Iron deficiency is a progressive condition caused by many factors that usually affects women. It often creeps up on sufferers as symptoms aren't untoward. Who doesn't feel drained after exercise? Or who doesn't press the snooze button one to many times? 

 
Some of the symptoms include fatigue, brittle nails, pale skin, shortness of breath, dizziness, poor concentration and the list goes on.
 

Brief bit about science

 

Iron is a mineral that's vital for cellular energy, the immune system and the production of haemoglobin. Haemoglobin carries oxygen around the body and if you're deficient then your body has less oxygen carrying capacity.

 

Exercise and Iron

 

There is a trial underway in London to test the extent of IDA (iron deficiency anaemia) and the extent it can affect women's performance in the gym and at sport. The test measures the aerobic performance of iron deficient runners, before giving them an IV drip of iron and then retesting a few days later.  The results of the IronWoman trial are going to be published later this year but the results so far have been incredible!
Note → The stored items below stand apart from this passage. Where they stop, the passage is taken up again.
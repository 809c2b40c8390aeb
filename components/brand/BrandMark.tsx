import { View } from 'react-native';
import Svg, { Path, Rect } from 'react-native-svg';
import { colors, space } from '@/components/theme/tokens';
import { Text } from '@/components/ui/Text';

/**
 * The Emberlot mark: a graphite tile (a burn-in board) holding an ember — a flame whose
 * inner cut is a transistor's three legs.
 */
/** `onDark`: a lifted tile with a hairline edge so the mark holds on graphite backgrounds. */
export function BrandMark({ size = 40, onDark = false }: { size?: number; onDark?: boolean }) {
  const tile = onDark ? colors.graphiteRaised : colors.graphite;
  return (
    <Svg width={size} height={size} viewBox="0 0 48 48" accessibilityLabel="Emberlot" role="img">
      <Rect x={0.5} y={0.5} width={47} height={47} rx={11.5} fill={tile} stroke={onDark ? '#57514A' : tile} strokeWidth={1} />
      <Path
        d="M24 8c1.2 5.4 6.5 8.6 8.8 13.2 2.9 5.9.4 13.8-8.8 14.8-9.2-1-11.7-8.9-8.8-14.8 1.3-2.6 3.3-4.3 4.6-6.4.5 2.6 1.4 4 3 5.2C21.6 15.8 22.4 11.6 24 8z"
        fill={colors.ember}
      />
      <Path d="M20.5 29.5v6.5M24 27v9M27.5 29.5v6.5" stroke={tile} strokeWidth={2.2} strokeLinecap="round" />
      <Rect x={12} y={38.5} width={24} height={2.5} rx={1.25} fill="#F5F0E6" opacity={0.85} />
    </Svg>
  );
}

/** The mark with the product name, for the sign-in card and the side rail. */
export function BrandLockup({ size = 40, subtitle }: { size?: number; subtitle?: string }) {
  return (
    <View style={{ flexDirection: 'row', alignItems: 'center', gap: space.sm }}>
      <BrandMark size={size} />
      <View>
        <Text variant={size >= 40 ? 'title' : 'heading'} style={{ color: colors.ink }}>
          Emberlot
        </Text>
        {subtitle ? (
          <Text variant="caption" tone="muted">
            {subtitle}
          </Text>
        ) : null}
      </View>
    </View>
  );
}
A london physiotherapist aged 32, showed her VO2 max had improved by 12%. She then ran the london marathon after treatment and ran her personal best.

Fit women may be most at risk of iron deficiency as training increases red blood cell production, but you lose iron through sweat.  With a limited oxygen supply in IDA sufferers it can also affect the speed of muscle repair post exercise.
 

Advice

 

If you recognise some of the symptoms of iron deficiency it's a good idea to get your levels checked.  Although iron tablets are prescribed regularly the best way of replenishing your stores is to eat a diet high in iron.

Once your levels are checked there's no reason why you can't hit the gym and pump iron in the weight room.